RECORD REVIEWS || The Element of Freedom


‘The Element of Freedom’

Alicia Keys (J Records)

Grade: B-

When Alicia Keys declared herself a “Superwoman” on her last album — with an “S” on her chest, oh, yes! — she certainly had good reason. She had competed by herself, more or less, against one prefab pop singer after another with teams of handlers and armies of producers and songwriters for the better part of a decade and come out on top. From “Fallin’” to “No One,” Keys had proven she was the real deal.

Maybe that’s why “The Element of Freedom” sounds a bit disappointing and shockingly incomplete. Though Keys is in fine voice, as usual, and has constructed even more of her trademark soaring soul anthems, the bulk of them sound a little short.

The first single “Doesn’t Mean Anything” ends up being prophetic. It sounds big and feels important, but it lacks passion and an interesting point of view. It’s a pattern she repeats throughout the heart of “Freedom,” in the equally bland follow-up “Try Sleeping With a Broken Heart” and the sweet-sounding emptiness of “How It Feels to Fly.”

Keys does get a boost from the power couple of Jay-Z and Beyonc . B’s appearance on “Put It in a Love Song” pushes Keys to try something different in her phrasing and her rhythms, while the inspirational influence of Jay-Z rubs off on Keys for “Empire State of Mind [Part II],” reminding us how essential her chorus is to that smash hit.

“The Element of Freedom” shows that even Superwoman can run into some creative Kryptonite every now and then.

— Glenn Gamboa, Long Island Newsday

‘Sex Therapy’

Robin Thicke (Interscope)

Grade: A-

What makes Robin Thicke’s “Sex Therapy” (Interscope) so addictive is the way he bends the latest hip-hop styles to his will. Whether he is surrounded by the spacey stomp of “Elevatas” with Kid Cudi, the Dirty South-fueled “Shakin’ It 4 Daddy” with Nicki Minaj or the playful bossa nova of “Meiple” with Jay-Z, Thicke and his smooth vocals remain remarkably on target. He even makes a mashup of Eurodance rhythms and James Brown funk on “Rollacoasta,” with help from Estelle, sound as effortless as his Princely falsetto.
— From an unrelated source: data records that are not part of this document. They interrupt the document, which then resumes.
def gate_output_amps(rows: np.ndarray, vin_volts: np.ndarray, vout_volts: np.ndarray,
                     vdd_volts: np.ndarray) -> np.ndarray:
    """Current (A) each gate's output delivers into its net, positive when sourcing.

    rows: (g, cols) the gates' kernel parameter rows (``Kind.row`` plus the two data
    columns); vin_volts, vout_volts: (m, g); vdd_volts: (m,), gnd at 0 V. Evaluated with
    the gates' own equations through the compiled kernel. Returns (m, g).
    """
    k = kernel.load()
    order = kernel.kind_order()
    gates, cols = rows.shape
    size = 2 + 2 * gates  # gnd, vdd, then (in, out) of each gate
    tab = np.zeros((len(order), kernel.TAB_SIZE), np.int64)
    tab[order.index(GATE_KIND)] = (0, cols, 0, 4, gates, 0, 0)
    pf = np.ascontiguousarray(rows, dtype=np.float64).ravel()
    nf = np.array([[2 + 2 * j, 3 + 2 * j, 1, 0] for j in range(gates)], np.int64).ravel()
    df = np.zeros(1)
    count = vin_volts.shape[0]
    out = np.empty((count, gates))
    for start in range(0, count, OUTPUT_BATCH_SAMPLES):
        stop = min(count, start + OUTPUT_BATCH_SAMPLES)
        x = np.zeros((stop - start, size))
        x[:, 1] = vdd_volts[start:stop]
        x[:, 2::2] = vin_volts[start:stop]
        x[:, 3::2] = vout_volts[start:stop]
        f = np.zeros_like(x)
        k.evaluate_rows(x, 0.0, pf, nf, tab, df, f)
        out[start:stop] = -f[:, 3::2]  # f is the current flowing into the gate at out
    return out


def gate_limit_amps(rows: np.ndarray, vdd_volts: float) -> np.ndarray:
    """Output current (A) each gate can be counted on to give at supply ``vdd_volts``, (g,).

    The gate's short-circuit current (input at one rail, output held at the other) from
    its own equations, scaled down by how far the model's drive at the JESD13-B test point
    exceeds the standard's guaranteed minimum (GUARANTEED_DRIVE_*): what a chip that just
    meets the standard would give. The lesser of sinking and sourcing.
    """
    gates = rows.shape[0]
    test, drop = GUARANTEED_DRIVE_VDD, GUARANTEED_DRIVE_DROP_VOLTS
    # states: sink short, source short, sink at the test point, source at the test point
    vin = np.array([vdd_volts, 0.0, test, 0.0])
    vout = np.array([vdd_volts, 0.0, drop, test - drop])
    vdd = np.array([vdd_volts, vdd_volts, test, test])
    amps = np.abs(gate_output_amps(rows, np.repeat(vin[:, None], gates, axis=1),
                                   np.repeat(vout[:, None], gates, axis=1), vdd))
    sink = amps[0] * np.minimum(1.0, GUARANTEED_DRIVE_AMPS / amps[2])
    source = amps[1] * np.minimum(1.0, GUARANTEED_DRIVE_AMPS / amps[3])
    return np.minimum(sink, source)


def _gates(patch) -> list:
    return [(ref, part) for ref, part in patch.parts.items() if part.kind == GATE_KIND]


def gate_current_trace(patch, trace, t_from: float, rate_hz: float):
    """A trace of each gate's output current (A, sourcing positive), named by gate.

    Read it like any trace: ``uniform()`` gives the current averaged over each sample
    interval. The currents are computed from the recorded voltages at the solver's own
    points (each a solution of the circuit's equations), so the average is the mean
    current over the interval: a nanosecond edge charging the next gate's input adds its
    charge, not the brief peak it takes. ``t_from`` (s): the first grid time that will be
    read at ``rate_hz``; earlier points are skipped. None when the patch has no gates.
    """
    gates = _gates(patch)
    if not gates:
        return None
    kind = blocks.REGISTRY[GATE_KIND]
    rows = np.array([kind.row(part.values) + [0.0, 0.0] for _, part in gates])
    nets = ([part.nets["in"][0] for _, part in gates], [part.nets["out"][0] for _, part in gates])

    def amps(columns):  # columns: name -> (m,) volts
        zero = np.zeros_like(columns["vdd"])
        pick = [np.column_stack([columns.get(n, zero) for n in group]) for group in nets]
        return gate_output_amps(rows, pick[0], pick[1], columns["vdd"])

    names = [ref for ref, _ in gates]
    needed = [n for n in dict.fromkeys(["vdd", *nets[0], *nets[1]]) if n != GROUND]
    if isinstance(trace, StepTrace):
        first = max(0, int(np.searchsorted(trace.times, t_from - 1.0 / rate_hz)) - 3)
        columns = {n: trace.values[first:, trace.column(n)] for n in needed}
        return StepTrace(names=names, times=trace.times[first:], values=amps(columns),
                         order=trace.order[first:], solver=trace.solver)
    rows_in = [trace.rows[trace.column(n)] for n in needed]

    def sol(t_seconds):
        y = trace.sol(t_seconds)[rows_in, :]
        return amps(dict(zip(needed, y))).T

    return DenseTrace(names=names, sol=sol, rows=list(range(len(names))), t_end=trace.t_end,
                      solver=trace.solver)
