:func:`render` is the library entry point behind ``halfrail render``; the CLI only
parses options into :class:`RenderOptions` and prints the paths this returns.
"""

from __future__ import annotations

import copy
import math
import os
import queue
import sys
import time
from concurrent.futures import ThreadPoolExecutor
from dataclasses import dataclass, field
from pathlib import Path

import numpy as np

import blocks
from sim import audio, kernel, measure
from sim.compile import Circuit, compile_patch
from sim.errors import PatchError, UsageError
from sim.fileio import write_json
from sim.simulate import Automation, StepOptions, simulate, simulate_reference
from sim.trace import DenseTrace, GridReader, StepTrace
from sim.units import format_quantity

#: Samples per audio sample in the simulated signal before the anti-alias filter and
#: decimation. 4 x 48 kHz = 192 kHz puts the first alias of a square's harmonics far
#: above the filter's stop band.
OVERSAMPLE = 4

#: Oversampling of the WAV's own path: the listening signal is read as interval averages
#: at AUDIO_OVERSAMPLE x the audio rate, then low-passed and decimated. Measured on the
#: oscillator's square output (energy between the harmonics over the total, WAV at
#: 48 kHz): 4x gives -61 dB, 8x -73 dB, 16x -85 dB (12 dB per doubling).
AUDIO_OVERSAMPLE = 16

#: The WAV path is computed in chunks of this many seconds (bounded memory for long
#: renders), each read with a margin of the anti-alias filter's length on both sides.
AUDIO_CHUNK_SECONDS = 1.0

#: Full-scale voltage of renders: a WAV sample of 1.0 is this many volts at the
#: listening point. Fixed so variants keep their relative loudness; a 9 V square
#: (+-4.5 V after DC removal) lands near -7 dBFS.
FULL_SCALE_VOLTS = 10.0
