MEASURE_KEYS = ("freq_hz", "note", "cents", "vmin", "vmax", "vpp", "mean", "rms", "duty",
                "harmonics_db", "thd_pct")


@dataclass(frozen=True)
class Pitch:
    """A steady pitch found in a record.

    ``period_samples`` is the mean period in samples (float).  ``start`` and ``end``
    are fractional sample indices of the first and last aligned crossing of one
    chain: ``end - start`` is ``periods`` whole periods.  ``mid`` is the level in
    volts the crossings were taken at.
    """

    freq_hz: float
    period_samples: float
    start: float
    end: float
    periods: int
    mid: float


def _as_signal(volts, rate_hz) -> tuple[np.ndarray, float, float, float]:
    """(samples, rate, vmin, vmax), or ValueError for a bad signal or rate."""
    x = np.asarray(volts, dtype=np.float64)
    if x.ndim != 1 or x.size < 2:
        raise ValueError(f"volts must be a 1-D array of at least 2 samples, got shape {x.shape}")
    # the minimum and maximum are NaN when a sample is, and infinite when one is: one
    # pass each tells both (a separate test of every sample took as long as both)
    vmin, vmax = float(np.min(x)), float(np.max(x))
    if not (math.isfinite(vmin) and math.isfinite(vmax)):
        raise ValueError("volts contain NaN or infinite values")
    rate = float(rate_hz)
    if not math.isfinite(rate) or rate <= 0.0:
        raise ValueError(f"rate_hz must be positive, got {rate_hz!r}")
    return x, rate, vmin, vmax


@numba.njit(cache=True, nogil=True)
def _rising_events(x, low, high):
    """Indices where a Schmitt trigger with thresholds (low, high) switches up: the
    first sample above ``high`` after the last one below ``low`` (one compiled pass;
    with numpy's whole-array steps it took a fifth of a signal's measures)."""
    out = np.empty(x.shape[0], dtype=np.int64)
    count = 0
    state = 0  # 1 above high, -1 below low, 0 before either
    for i in range(x.shape[0]):
        v = x[i]
        if v > high:
            if state == -1:
                out[count] = i
                count += 1
            state = 1
        elif v < low:
            state = -1
    return out[:count].copy()


def _refine_crossings(x: np.ndarray, events: np.ndarray, mid: float, low: float) -> np.ndarray:
    """Fractional sample times where ``x`` rises through ``mid`` for each event.

    For an event at sample ``e`` (first sample above the upper threshold), ``a`` is
    the last sample below ``low`` before it; every sample strictly between them is
    inside the hysteresis band.  A straight line is fitted by least squares to the
    ``2 L`` samples centred on ``(a + e) / 2`` with ``L = (e - a) // 2`` capped at
    ``MAX_FIT_HALF_SAMPLES`` (at least 1, which is linear interpolation across a
    sharp edge), and the time where the line meets ``mid`` is returned.  Centring on
    the band traversal rather than on the noisy last sample below ``mid`` keeps
    noise from biasing which samples are used.
    """
    below = np.flatnonzero(x < low)
    a = below[np.searchsorted(below, events) - 1]
    n = x.size
    half = MAX_FIT_HALF_SAMPLES
    offsets = np.arange(1 - half, half + 1)          # 2 * half samples: m-half+1 .. m+half
    u = offsets - 0.5                                # positions relative to m + 0.5
    times = np.empty(events.size)
    for first in range(0, events.size, _FIT_BLOCK_EVENTS):
        eb, ab = events[first:first + _FIT_BLOCK_EVENTS], a[first:first + _FIT_BLOCK_EVENTS]
        m = (ab + eb) // 2
        width = np.clip((eb - ab) // 2, 1, half)
        # Only gather as many columns as the widest fit in this block needs.
        widest = int(width.max())
        cols = slice(half - widest, half + widest)
        idx = m[:, None] + offsets[cols]
        use = (np.abs(u[cols])[None, :] < width[:, None]) & (idx >= 0) & (idx < n)
        y = np.where(use, x[np.clip(idx, 0, n - 1)], 0.0)
        count = use.sum(axis=1)
        uu = np.where(use, u[cols], 0.0)
        mean_u = uu.sum(axis=1) / count
        mean_y = y.sum(axis=1) / count
        du = np.where(use, uu - mean_u[:, None], 0.0)
        slope = (du * y).sum(axis=1) / (du * du).sum(axis=1)
        with np.errstate(divide="ignore", invalid="ignore"):
            u_cross = mean_u + (mid - mean_y) / slope
        times[first:first + eb.size] = m + 0.5 + u_cross
        # Where noise made the fit unusable, interpolate across the last gap
        # that rises through mid before the event.
        bad = ~np.isfinite(u_cross) | (slope <= 0.0) | (np.abs(u_cross) > width)
        if np.any(bad):
            times[first:first + eb.size][bad] = _interpolate_crossings(x, eb[bad], mid)
    return times


def _interpolate_crossings(x: np.ndarray, events: np.ndarray, mid: float) -> np.ndarray:
    """Linear interpolation of the last rise through ``mid`` before each event."""
    at_or_below = np.flatnonzero(x <= mid)
    j = at_or_below[np.searchsorted(at_or_below, events) - 1]
    return j + (mid - x[j]) / (x[j + 1] - x[j])


def _yin_period(x: np.ndarray, tau_min: int, tau_max: int) -> float | None:
    """Coarse period in samples by YIN's cumulative mean normalised difference.

    Works on a segment from the middle of ``x``.  Returns the first dip below
    ``YIN_THRESHOLD`` in ``[tau_min, tau_max]`` (refined by a parabola through
    the three values around it), or ``None`` when there is none.
    """
    n = x.size
    length = min(n, max(3 * tau_max, YIN_MIN_SEGMENT_SAMPLES))
    start = (n - length) // 2
    seg = x[start:start + length] - np.mean(x[start:start + length])
    window = length - tau_max - 1     # lags up to tau_max + 1 stay inside
    if window < tau_max or tau_max <= tau_min:
        return None
    nfft = fft_length(length + window)
    spectrum_a = np.fft.rfft(seg[:window], nfft)
    spectrum_b = np.fft.rfft(seg, nfft)
    corr = np.fft.irfft(np.conj(spectrum_a) * spectrum_b, nfft)[:tau_max + 2]
    energy = np.concatenate(([0.0], np.cumsum(seg * seg)))
    lags = np.arange(tau_max + 2)
    diff = energy[window] + (energy[lags + window] - energy[lags]) - 2.0 * corr
    diff = np.maximum(diff, 0.0)
    diff[0] = 0.0
    running = np.cumsum(diff)
    with np.errstate(divide="ignore", invalid="ignore"):
        cmndf = np.where(running > 0.0, diff * lags / running, 1.0)
    cmndf[0] = 1.0
    below = np.flatnonzero(cmndf[tau_min:tau_max + 1] < YIN_THRESHOLD)
    if below.size == 0:
        return None
    tau = tau_min + int(below[0])
    while tau + 1 <= tau_max and cmndf[tau + 1] < cmndf[tau]:
        tau += 1
    a, b, c = cmndf[tau - 1], cmndf[tau], cmndf[tau + 1]
    curvature = a - 2.0 * b + c
    shift = 0.5 * (a - c) / curvature if curvature > 0.0 else 0.0
    return tau + float(np.clip(shift, -0.5, 0.5))


def _partners(times: np.ndarray, period: float) -> tuple[np.ndarray, np.ndarray]:
    """Index of the crossing nearest one ``period`` after each crossing, and its miss."""
    target = times + period
    right = np.clip(np.searchsorted(times, target), 1, times.size - 1)
    left = right - 1
    pick = np.where(np.abs(times[right] - target) < np.abs(times[left] - target), right, left)
    return pick, np.abs(times[pick] - target)


def _chain_unsteadiness(chain: np.ndarray, drift_limit_cents: float = DRIFT_LIMIT_CENTS
                        ) -> str | None:
    """Why one chain of aligned crossing times (samples) is not steady, or ``None``."""
    periods = np.diff(chain)
    if periods.size < MIN_PERIODS:
        return f"only {periods.size} whole periods (at least {MIN_PERIODS} needed)"
    mean = float(np.mean(periods))
    allowed = math.hypot(JITTER_LIMIT * mean, GRID_JITTER_SAMPLES)
    if np.std(periods) > allowed:
        return f"periods scatter by {100.0 * np.std(periods) / mean:.2g} %"
    third = max(1, periods.size // 3)
    drift = 1200.0 * math.log2(np.mean(periods[:third]) / np.mean(periods[-third:]))
    if abs(drift) > drift_limit_cents:
        return f"pitch drifts by {drift:+.3g} cents from the first to the last third"
    return None


def _chain_period(chain: np.ndarray) -> float:
    """Least-squares slope of crossing time against period count (samples)."""
    count = np.arange(chain.size, dtype=np.float64)
    count -= count.mean()
    # numpy's own pairwise sums, not BLAS: the last bits must not depend on threads
    return float(np.sum(count * (chain - chain.mean())) / np.sum(count * count))


def find_pitch(volts, rate_hz: float, drift_limit_cents: float = DRIFT_LIMIT_CENTS
               ) -> Pitch | None:
    """Steady pitch of ``volts`` (shape ``(n,)``, sampled at ``rate_hz``), or ``None``.

    See the module docstring for the method and the steadiness rule.
    """
    found = pitch_or_reason(volts, rate_hz, drift_limit_cents)
    return found if isinstance(found, Pitch) else None


def pitch_or_reason(volts, rate_hz: float, drift_limit_cents: float = DRIFT_LIMIT_CENTS
                    ) -> Pitch | str:
    """Like :func:`find_pitch`, but say why there is no steady pitch (a short text)."""
    return _pitch_of(*_as_signal(volts, rate_hz), drift_limit_cents)
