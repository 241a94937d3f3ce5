"""Note names and frequencies in twelve-tone equal temperament.

Reference pitch A4 = 440 Hz (ISO 16).  Names use scientific pitch notation: a letter
A-G, an optional accidental, and an octave number that changes between B and C
(C4 is middle C, A4 is 440 Hz; below C0 the octave is negative, e.g. ``B-1``).
Names produced here always use sharps; names read here may use sharps or flats.
"""

from __future__ import annotations

import math
import re

from sim.errors import HalfrailError

#: Standard tuning frequency of A4 in hertz (ISO 16).
A4_HZ = 440.0
#: MIDI-style number of A4: the numbering puts C-1 at 0, so C4 is 60 and A4 is 69.
A4_NUMBER = 69
#: Semitones per octave and cents per semitone in equal temperament.
SEMITONES_PER_OCTAVE = 12
CENTS_PER_SEMITONE = 100.0

_SHARP_NAMES = ("C", "C#", "D", "D#", "E", "F", "F#", "G", "G#", "A", "A#", "B")
_LETTER_SEMITONES = {"C": 0, "D": 2, "E": 4, "F": 5, "G": 7, "A": 9, "B": 11}
_ACCIDENTALS = {"": 0, "#": 1, "\u266f": 1, "b": -1, "\u266d": -1}
_NOTE_PATTERN = re.compile(r"^\s*([A-Ga-g])(#|b|\u266f|\u266d)?(-?\d+)\s*$")
_ACCEPTED_FORM = ("a letter A-G, an optional '#' or 'b', then an octave number "
                  "(e.g. A4, C#5, Db4, Bb2, B-1)")


class UnknownNoteError(HalfrailError, ValueError):
    """A note name could not be read (also a :class:`ValueError`)."""


def _check_frequency(freq_hz: float, what: str) -> float:
    value = float(freq_hz)
    if not math.isfinite(value) or value <= 0.0:
        raise ValueError(f"{what} must be a positive finite frequency in Hz, got {freq_hz!r}")
    return value


def note_number(name: str) -> int:
    """Return the note number of ``name`` (C4 = 60, A4 = 69; one step per semitone).

    Raises :class:`UnknownNoteError` (a ``ValueError``) for anything else.
    """
    match = _NOTE_PATTERN.match(name) if isinstance(name, str) else None
    if match is None:
        raise UnknownNoteError(f"Unknown note {name!r}: expected {_ACCEPTED_FORM}")
    letter, accidental, octave = match.groups()
    semitone = _LETTER_SEMITONES[letter.upper()] + _ACCIDENTALS[accidental or ""]
    return (int(octave) + 1) * SEMITONES_PER_OCTAVE + semitone


def freq_of(name: str) -> float:
    """Frequency in Hz of a note name such as ``"A3"``, ``"C#4"``, ``"Db4"``, ``"Bb2"``."""
    steps = note_number(name) - A4_NUMBER
    return A4_HZ * 2.0 ** (steps / SEMITONES_PER_OCTAVE)


def note_name(number: int) -> str:
    """Sharp-spelled scientific pitch name of note ``number`` (60 -> ``"C4"``)."""
    octave, semitone = divmod(int(number), SEMITONES_PER_OCTAVE)
    return f"{_SHARP_NAMES[semitone]}{octave - 1}"


def note_of(freq_hz: float) -> tuple[str, float]:
    """Nearest equal-tempered note of ``freq_hz`` and the offset from it in cents.

    Returns ``(name, cents)`` with ``cents`` in [-50, 50): a frequency exactly half
    way between two notes is named after the upper one, 50 cents flat.
    """
    freq = _check_frequency(freq_hz, "note_of: freq_hz")
    steps = SEMITONES_PER_OCTAVE * math.log2(freq / A4_HZ)
    number = math.floor(steps + 0.5)
    cents = CENTS_PER_SEMITONE * (steps - number)
    # Guard the half-open interval against the last bit of float rounding.
    if cents >= CENTS_PER_SEMITONE / 2:
        number, cents = number + 1, cents - CENTS_PER_SEMITONE
    elif cents < -CENTS_PER_SEMITONE / 2:
        number, cents = number - 1, cents + CENTS_PER_SEMITONE
    return note_name(number + A4_NUMBER), cents


def cents_between(f_a: float, f_b: float) -> float:
    """Interval from ``f_a`` up to ``f_b`` in cents: ``1200 * log2(f_b / f_a)``."""
    a = _check_frequency(f_a, "cents_between: f_a")
    b = _check_frequency(f_b, "cents_between: f_b")
    return SEMITONES_PER_OCTAVE * CENTS_PER_SEMITONE * math.log2(b / a)
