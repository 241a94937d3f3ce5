"""One base exception for everything halfrail reports to a user.

The CLI catches :class:`HalfrailError`, prints ``str(error)`` and exits with
``error.exit_status``: no traceback ever reaches the user for these.
"""

from __future__ import annotations


class HalfrailError(Exception):
    """Base class: a problem the user can fix; printed without a traceback."""

    exit_status = 1


class PatchError(HalfrailError):
    """A patch file (or a command-line override of it) is malformed.

    The message reads ``FILE:LINE: part REF: what is wrong; what is expected``.
    """

    exit_status = 2

    def __init__(self, message: str, *, file: str | None = None, line: int | None = None,
                 part: str | None = None):
        self.file, self.line, self.part, self.detail = file, line, part, message
        where = ""
        if file is not None:
            where = f"{file}:{line}: " if line is not None else f"{file}: "
        who = f"part {part}: " if part else ""
        super().__init__(f"{where}{who}{message}")


class UsageError(HalfrailError):
    """A command-line option is wrong (not the patch itself)."""

    exit_status = 2


class SolverError(HalfrailError):
    """The time integration could not continue (Newton failed at the smallest step)."""

    exit_status = 3

    def __init__(self, message: str, *, seconds: float | None = None,
                 nets: tuple[str, ...] = ()):
        self.seconds, self.nets = seconds, nets
        super().__init__(message)
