def _read(display: str) -> MappingNode:
    """Compose the file into YAML nodes; check it is one mapping without duplicate keys."""
    try:
        with open(display, encoding="utf-8") as handle:
            text = handle.read()
    except FileNotFoundError as error:
        raise PatchError("no such file: expected a patch file such as drone.yaml",
                         file=display) from error
    except IsADirectoryError as error:
        raise PatchError("is a folder: expected a patch file such as drone.yaml",
                         file=display) from error
    except UnicodeDecodeError as error:
        raise PatchError("is not UTF-8 text: expected a YAML patch file",
                         file=display) from error
    except OSError as error:
        raise PatchError(f"cannot be read: {error.strerror}", file=display) from error
    try:
        root = yaml.compose(text, Loader=yaml.SafeLoader)
    except yaml.MarkedYAMLError as error:
        mark = error.problem_mark or error.context_mark
        problem = " ".join(s for s in (error.context, error.problem) if s)
        raise PatchError(f"not valid YAML: {problem} (a patch is one YAML mapping: "
                         "format: 1, patch: NAME, parts: ...)",
                         file=display, line=mark.line + 1 if mark else None) from error
    except yaml.YAMLError as error:
        raise PatchError(f"not valid YAML: {error}", file=display) from error
    if root is None:
        raise PatchError("the file is empty: expected a patch starting with 'format: 1'",
                         file=display, line=1)
    if not isinstance(root, MappingNode):
        raise PatchError("the top level must be a mapping of keys such as format: 1, "
                         "patch: NAME, parts: ...", file=display, line=_line(root))
    _reject_duplicates(root, display, (), set())
    return root


def _reject_duplicates(node: Node, display: str, path: tuple[str, ...], seen: set) -> None:
    """Raise on the first mapping that repeats a key (YAML would silently keep the last)."""
    if id(node) in seen:  # aliases may share (or even nest) nodes
        return
    seen.add(id(node))
    part = path[1] if len(path) >= 2 and path[0] == "parts" else None
    if path and path[0] == SUPPLY:
        part = SUPPLY
    if isinstance(node, MappingNode):
        first: dict[str, Node] = {}
        for key, value in node.value:
            name = key.value if isinstance(key, ScalarNode) else None
            if name is not None and name in first:
                raise PatchError(f"duplicate key '{name}' (first given on line "
                                 f"{_line(first[name])}): YAML would keep only the last; "
                                 "give each key once", file=display, line=_line(key),
                                 part=name if path == ("parts",) else part)
            if name is not None:
                first[name] = key
            _reject_duplicates(value, display, path + (name or "",), seen)
    elif isinstance(node, SequenceNode):
        for item in node.value:
            _reject_duplicates(item, display, path + ("",), seen)


def _is_null(node: Node) -> bool:
    return isinstance(node, ScalarNode) and node.tag == _NULL_TAG


def _suggest(word: str, options: Sequence[str]) -> str:
    close = difflib.get_close_matches(word, list(options), n=SUGGESTIONS)
    return f"; did you mean '{close[0]}'?" if close else ""


def _show(raw: object) -> str:
    return raw if isinstance(raw, str) else repr(raw)


# ---------------------------------------------------------------------------------
# values


def resolve_value(param: Param, raw: object) -> float | str:
    """Read ``raw`` (YAML text, a number, or an override string) as ``param``'s value.

    Returns a float in SI units, or the string for a choice or a text parameter.
    Raises ValueError with a message that starts with the parameter's name, e.g.
    ``position 1.5 is out of range: expected 0 to 1``.
    """
    name = param.name
    if raw is None or (isinstance(raw, str) and not raw.strip() and not param.text):
        raise ValueError(f"{name} is empty: expected {_expected(param)}")
    if param.text:
        if not isinstance(raw, str):
            raise ValueError(f"{name} {_show(raw)} is not text: expected a file name "
                             "such as tone.wav")
        return raw
    if param.choices is not None:
        if raw not in param.choices:
            raise ValueError(f"unknown {name} '{raw}' (choices: {', '.join(param.choices)}"
                             f"{_suggest(str(raw), param.choices)})")
        return raw
    try:
        value = parse_quantity(raw, param.unit)
    except ValueError as error:
        raise ValueError(f"{name} {error}") from error
    shown = f"'{raw}'" if isinstance(raw, str) else format_quantity(value, param.unit)
    if param.positive and value <= 0:
        raise ValueError(f"{name} {shown} must be positive ({describe(param.unit)})")
    low, high = param.minimum, param.maximum
    if (low is not None and value < low) or (high is not None and value > high):
        if low is not None and high is not None:
            bounds = (f"{format_quantity(low, param.unit)} to "
                      f"{format_quantity(high, param.unit)}")
        elif low is not None:
            bounds = f"at least {format_quantity(low, param.unit)}"
        else:
            bounds = f"at most {format_quantity(high, param.unit)}"
        raise ValueError(f"{name} {shown} is out of range: expected {bounds}")
    return value
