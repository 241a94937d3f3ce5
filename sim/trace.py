"""Traces: what a simulation leaves behind, read through time.

A :class:`StepTrace` holds the stepper's accepted points; nobody pokes at them
directly. Readers ask for a uniform grid with :meth:`StepTrace.uniform`, which
returns the *average* of the signal over each sample interval (centred on the sample
time), integrated exactly from the stepper's own interpolating polynomials. Averaging
is a box filter: a square edge that falls between two grid points lands as a partial
sample instead of snapping to the grid, so edge timing survives resampling and the
decimation to audio aliases far less.
"""

from __future__ import annotations

from dataclasses import dataclass, field

import numba
import numpy as np


@numba.njit(cache=True, nogil=True)
def box_average(t, y, cols, order, base, t_first, rate_hz, count):
    """Averages of y's columns ``cols`` over [T_i - d/2, T_i + d/2], T_i = t_first + i d,
    d = 1/rate_hz.

    t: (K,) accepted times, increasing; y: (K, r) values, read in place (a copy of the
    columns read cost as much as the walk); cols: (m,) the columns read; order: (K,)
    interpolation order on the interval ending at each point; the trace's points from
    index ``base`` on (at least the two before the grid's first step, and one at or
    after its end).
    Returns (count, m), each column contiguous (column-major: the walk writes one column
    after the other, and the measures read one signal at a time, about a fifth faster
    than from every m-th number). The grid must lie inside [t[0], t[-1]]. See
    :func:`_box_walk`.
    """
    out = np.zeros((cols.shape[0], count)).T
    state = _walk_state(t, base, t_first, rate_hz, cols.shape[0])
    _box_walk(t, y, cols, order, base, t_first, rate_hz, 0, count + 1, out, 0, False, state)
    return out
— Glenn Gamboa, Long Island Newsday

‘Fall Be Kind’

Animal Collective (Domino)

Grade: B

On this five-song EP mostly culled from outtakes from “Merriweather Post Pavilion,” Animal Collective’s most recent and most successful record, David “Avey Tare” Portner, Noah “Panda Bear” Lennox and Brian “Geologist” Weitz continue their delicate balance between creepy-crawly sweetness and bubbling, dark psychedelia. After all, if it didn’t mix the uncomfortable with the transcendent, it wouldn’t be Brooklyn’s Animal Collective.

There’s not a cut here that will make anyone think differently about the Baltimore-born outfit, but it’s a worthy addition to the catalog. “Fall Be Kind” coalesces around the band’s sonic staples, leaning particularly toward Panda Bear’s dreamy aesthetic: anchoring polyrhythms, nether-worldly textures and amber-warm vocals with a few new tricks thrown in, such as the near-syrupy strings that begin “Graze.”

“What Would I Want? Sky,” which uses the first licensed Grateful Dead sample as a recurring motif, shows off the band’s talents at creating near-mystical transitions. It opens with burbling, shivery synths pillowing around tranced-out vocals — it’s a sonic palette that could stir amorous feelings in beluga whales. But before it slips down an oceanic black hole, the song breaks into a warm groove framing Avey’s relatable lyrics, punctuated by a taxi driver’s scold to “Stop daydreaming, dude!”

While Animal Collective’s strengths are not usually to be found in their words, the lyrics do lend a welcome humanizing quality to the sometimes-alien ruptures that characterize Animal Collective’s sound. “Somehow I feel hopeful,” Avey and Panda sing on “Bleed,” and it sounds like the lovely truth.